Report every line of the records below that contains the word "moved".

[[ Information supplied, beginning ]]

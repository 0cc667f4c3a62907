"""What looks wrong in one tag's readings of a day; nothing here changes a value.

Each ``find_...`` asks one question and returns findings with evidence. Sizes are planning values
(common practice): a screen points, a person or a decision acts.
"""

from __future__ import annotations

from collections.abc import Callable
from typing import TYPE_CHECKING

import numpy as np

from recon.findings import Finding, Severity
from recon.ingest.pieces import HOUR
from recon.ingest.rows import Quality
from recon.ingest.screens_of_time import (
    find_clock_change,
    find_duplicates,
    find_future,
    find_gaps,
    find_late_readings,
)

if TYPE_CHECKING:
    from recon.ingest.sight import Sight
    from recon.ingest.totalisers import Counted

BAD_SHARE = 0.10
"""Bad or uncertain readings above this share of the day are said."""
FROZEN_HOURS = 3.0
FROZEN_LEAST = 20
"""A value that repeats exactly so long, in so many readings, is frozen."""
SPIKE = 10.0
SPIKE_SHARE = 0.5
SPIKE_LONGEST = 5
"""Up to five readings that leave their neighbours by ten robust deviations and half of them."""
STOPPED_SHARE = 0.02
"""A rate that reads more than this share of its running mean while stopped has a zero shift."""
NOTHING = 1e-3
"""A running stream whose rate stays below this share of its range or mean reads zero."""


def find_all(sight: Sight) -> list[Finding]:
    """Ask every question of a tag's day, in order."""
    return [finding for ask in SCREENS for finding in ask(sight)]


def find_bad_quality(sight: Sight) -> list[Finding]:
    """Find days on which many readings are marked bad (set aside) or uncertain (used)."""
    count = int(np.sum(sight.inside))
    found: list[Finding] = []
    for mark, word, fate in (
        (Quality.BAD, "bad", "set aside"),
        (Quality.UNCERTAIN, "uncertain", "used"),
    ):
        marked = int(np.sum(sight.inside & (sight.quality == mark)))
        if count and marked > BAD_SHARE * count:
            found += sight.say(
                f"{word}-quality",
                f"{marked} of {count} readings are marked {word} by the source and {fate}. Look at "
                "the instrument and its link.",
                ("readings", str(count)),
                (word, str(marked)),
            )
    return found


def find_out_of_range(sight: Sight) -> list[Finding]:
    """Find readings outside the declared range; they are set aside."""
    low, high = sight.instrument.low, sight.instrument.high
    with np.errstate(invalid="ignore"):
        outside = sight.inside & (
            (sight.value < (-np.inf if low is None else low))
            | (sight.value > (np.inf if high is None else high))
        )
    if not outside.any():
        return []
    values = sight.value[outside]
    worst = values[int(np.argmax(np.abs(values)))]
    unit = sight.instrument.unit
    return sight.say(
        "out-of-range",
        f"{len(values)} readings lie outside {_words(low)} to {_words(high)} {unit}, the furthest "
        f"{worst:g} {unit}; they are set aside. Check the instrument, its unit and its range.",
        ("first at", sight.clock(int(sight.at[outside][0]))),
        ("furthest", f"{worst:g} {unit}"),
    )


def find_no_value(sight: Sight) -> list[Finding]:
    """Find readings without a number; a null is a gap, never a zero."""
    missing = sight.inside & ~np.isfinite(sight.value) & (sight.quality != Quality.BAD)
    if not missing.any():
        return []
    return sight.say(
        "no-value",
        f"{int(missing.sum())} readings have no number though they are not marked bad; they are "
        "gaps. Check the source query.",
        ("first at", sight.clock(int(sight.at[missing][0]))),
    )


def find_frozen(sight: Sight) -> list[Finding]:
    """Find a value that repeats exactly for hours while the stream runs."""
    if sight.is_signal or sight.instrument.kind == "totaliser":
        return []
    at, value = sight.runs
    if len(at) < FROZEN_LEAST or not value.any():
        return []
    moves = value[1:] != value[:-1]
    if len(moves) - int(moves.sum()) < FROZEN_LEAST - 1:
        return []
    edges = np.flatnonzero(np.append(True, moves))
    last = np.append(edges[1:], len(value)) - 1
    hours = (at[last] - at[edges]) / HOUR
    count = last - edges + 1
    long = (hours >= FROZEN_HOURS) & (count >= FROZEN_LEAST) & (value[edges] != 0)
    if not long.any():
        return []
    i = int(np.argmax(np.where(long, hours, 0.0)))
    return sight.say(
        "frozen",
        f"reads exactly {value[edges[i]]:g} {sight.instrument.unit} in {count[i]} readings over "
        f"{hours[i]:.1f} h of running, from {sight.clock(int(at[edges[i]]))} plant time. A live "
        "signal flickers: check for a hold, a simulation or a lost link.",
        ("hours", f"{hours[i]:.1f}"),
        ("value", f"{value[edges[i]]:g}"),
    )


def find_spikes(sight: Sight) -> list[Finding]:
    """Find a few readings far from both their neighbours; they stay in the integral."""
    if sight.is_signal or sight.instrument.kind == "totaliser":
        return []
    at, value = sight.runs
    if len(value) < FROZEN_LEAST:
        return []
    lowest, highest = float(value.min()), float(value.max())
    if highest - lowest <= SPIKE_SHARE * min(abs(lowest), abs(highest)) and lowest * highest > 0:
        return []
    middle = float(np.median(value))
    spread = 1.4826 * float(np.median(np.abs(value - middle)))
    off = np.abs(value - middle) > max(SPIKE * spread, SPIKE_SHARE * abs(middle))
    edges = np.flatnonzero(np.diff(np.concatenate([[False], off, [False]]).astype(np.int8)))
    begin, end = edges[::2], edges[1::2]
    short = (end - begin <= SPIKE_LONGEST) & (begin > 0) & (end < len(value))
    if not short.any():
        return []
    b = int(begin[short][0])
    worst = max((value[i] for b, e in zip(begin[short], end[short], strict=True)
                 for i in range(b, e)), key=lambda v: abs(v - middle))  # fmt: skip
    step = sight.interval / HOUR
    moved = float(sum((value[b:e] - middle).sum() for b, e in
                      zip(begin[short], end[short], strict=True))) * step  # fmt: skip
    return sight.say(
        "spike",
        f"{int(short.sum())} spikes of at most {SPIKE_LONGEST} readings, the furthest {worst:g} "
        f"{sight.instrument.unit} against a median of {middle:g}; they count, and move the day by "
        f"about {moved:+.3g} {sight.instrument.unit} h. Correct by decision if they are false.",
        ("first at", sight.clock(int(at[b]))),
        ("furthest", f"{worst:g}"),
    )


def find_zero_while_running(sight: Sight) -> list[Finding]:
    """Find a rate that reads nothing for hours while its stream runs."""
    if not sight.has_signal or sight.is_signal or sight.instrument.kind != "rate":
        return []
    mine = sight.usable & sight.ran & sight.inside
    value = np.abs(sight.value[mine])
    if not len(value):
        return []
    typical = float(np.max(value))
    span = sight.instrument.high or typical
    zero = value <= NOTHING * max(typical, span)
    hours = float(zero.sum()) / len(value) * sight.running.hours
    if hours < 1.0:
        return []
    return sight.say(
        "zero-while-running",
        f"reads zero for about {hours:.1f} h of {sight.running.hours:.1f} h in which its run "
        "signal is on. Check the meter, or the run signal if the stream truly stood.",
        ("hours", f"{hours:.1f}"),
    )


def find_reading_while_stopped(sight: Sight) -> list[Finding]:
    """Find a rate that does not return to zero when its stream stops: a zero shift."""
    if not sight.has_signal or sight.is_signal or sight.instrument.kind != "rate":
        return []
    if sight.instrument.stream is None:
        return []
    stopped = sight.usable & ~sight.ran & sight.inside
    runs = sight.usable & sight.ran & sight.inside
    if int(stopped.sum()) < FROZEN_LEAST or not runs.any():
        return []
    rest = float(np.median(sight.value[stopped]))
    mean = float(np.mean(sight.value[runs]))
    if abs(rest) <= STOPPED_SHARE * abs(mean):
        return []
    return sight.say(
        "zero-shift",
        f"reads {rest:g} {sight.instrument.unit} (median) while its stream stands, "
        f"{100 * rest / mean:.1f} % of its running mean; that time is not counted. Zero the "
        "instrument, under the site's permits.",
        ("while stopped", f"{rest:g} {sight.instrument.unit}"),
    )


def find_resets(sight: Sight, counted: Counted) -> list[Finding]:
    """Find totalisers that were reset, rolled over or stepped back in the day."""
    unit = sight.instrument.unit
    found: list[Finding] = []
    for at, before, after in counted.resets:
        if sight.start < at <= sight.end:
            found += sight.say(
                "totaliser-reset",
                f"fell from {before:g} to {after:g} {unit} at {sight.clock(at)} plant time, which "
                "is no roll-over; what it counted between the two readings is unknown and filled "
                "with the day's mean. Enter the reading before the reset if it was noted.",
                ("before", f"{before:g} {unit}"),
                ("after", f"{after:g} {unit}"),
                severity=Severity.SERIOUS,
            )
    for at, before, after in counted.rollovers:
        if sight.start < at <= sight.end:
            found += sight.say(
                "totaliser-rollover",
                f"rolled over at {sight.instrument.modulus:g} {unit}, {sight.clock(at)} plant "
                f"time: {before:g} to {after:g} {unit}.",
                severity=Severity.NOTE,
            )
    for at, before, after in counted.backs:
        if sight.start < at <= sight.end:
            found += sight.say(
                "totaliser-back",
                f"stepped back from {before:g} to {after:g} {unit} at {sight.clock(at)} plant "
                "time; the difference counts as it is. Check for reverse flow or a resend.",
            )
    return found


def _words(limit: float | None) -> str:
    return "no limit" if limit is None else f"{limit:g}"


SCREENS: tuple[Callable[[Sight], list[Finding]], ...] = (
    find_bad_quality,
    find_no_value,
    find_out_of_range,
    find_future,
    find_late_readings,
    find_duplicates,
    find_gaps,
    find_frozen,
    find_spikes,
    find_zero_while_running,
    find_reading_while_stopped,
    find_clock_change,
)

[[ Information supplied, end ]]

Answer:
    moved = float(sum((value[b:e] - middle).sum() for b, e in
        f"about {moved:+.3g} {sight.instrument.unit} h. Correct by decision if they are false.",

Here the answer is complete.